Unlike Shoemoney, I don't think wget is easy to use. Easy to use is "press 1 or 2 buttons, get what you want." However, I've been using wget for a while now, and I've saved some wget command-line text that I've used, just so I don't have relearn the whole thing each time. So here is what I've saved. Grab every image from apinupsite.com, except thumbnails. If it asks for a login, give it. Verbose output, two second pause between requests: wget -r -k -nd --dot-style=binary --no-host-lookup -Q1000m -w2 -t5 -l0 -H -A.jpg,.jpeg,.png -R"th_*,tn_*" -D.apinupsite.com --http-user=username --http-passwd=password http://www.apinupsite.com/members/ Code (markup): Download a full Web site, including HTML and images, keep directory structure: wget -r --progress=binary -w1 -Q1000m -v -t3 -nH -np -k -l10 -Dwww.yoursite.com http://www.yoursite/index.html Code (markup): Try those two on your own site first, to see the difference. Be verrrry careful to keep a pause in there (the -w stuff). Without a pause, wget will clobber a low-end server, and the admin will surely have a chat with your ISP. -Tony
Putting together scripts with LWP::Simple is pretty easy as well if you need to do any parsing on the output. wget is by far the simplest way though. If you must use php, use curl. PHP Spidering seems much slower by comparison - although I don't know why.

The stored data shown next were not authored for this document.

// The object `analyze --json` prints: the result without its per-swing rows (those go to --csv), the typed
// warnings with their words beside the data, the budget notes and correction reasons worded in place (same keys).
import type { AnalysisResult } from '../analysis/result.ts';
import { budgetLineJson, correctionJson } from './budget-words.ts';
import { warningJson } from './warning-words.ts';

export function analysisJson(result: AnalysisResult): Record<string, unknown> {
  const { swings: _rows, ...rest } = result;
  return { ...rest, warnings: rest.warnings.map(warningJson), budget: rest.budget.map(budgetLineJson), corrections: rest.corrections.map(correctionJson) };
}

Wget is powerful, but sometimes the command-line tools are "too powerfull" if you don't know exactly what you're doing. I have not personally used this script, but if you dont mind to pay a few bucks for quite an advanced data-mining-script, you maybe want to take a look at "Unit Miner" from qualityunit.com So, I've not personally tested it, but I've bought a license of their Affiliate-script and at least it is a very powerfull script ...2 cents
There is a much easier way of pulling content of the website, not necessarily storing it in the database but, rather saving it as text... check out cURL - it's a desktop ap works pretty much on any platofrom, has great documentation. sorry can't post links just yet http://curl.haxx.se/
if you hit their servers hard, your ip will be blocked. I believe it is against their TOS to scrape their results, but I honestly do not know the specifics behind what you can and cannot do.
dmoz has a few solutions - you can download the entire directory in an .rdf file, or you can google around for a few "live data" solutions that use web services. They do not let you scrape, however.
Note that a TOS on publicly accessible data is completely unenforcable. The TOS and other legal agreements have to be agreed to to have any weight. If they put up a page and say "if you scrape it, you violate the TOS" well big whoop. Of course, I'm not suggesting that violating the TOS is good. There are ways that it can haunt you. They can talk to your ISP, and many ISPs will take a TOS violation seriously, regardless of how legal it is. Also, if you do something with the screen scrape that violates copyright or trademarks, then forget the TOS, because you've got a whole boatload of other problems. -Tony
Hi, I started a new project where in I have to fetch the dynamic content of the two sites and save in my database. Please help in this regard. Each item having title, image, description etc... Thanks in Advance. I am waiting for your reply. Jyotsna. Ch.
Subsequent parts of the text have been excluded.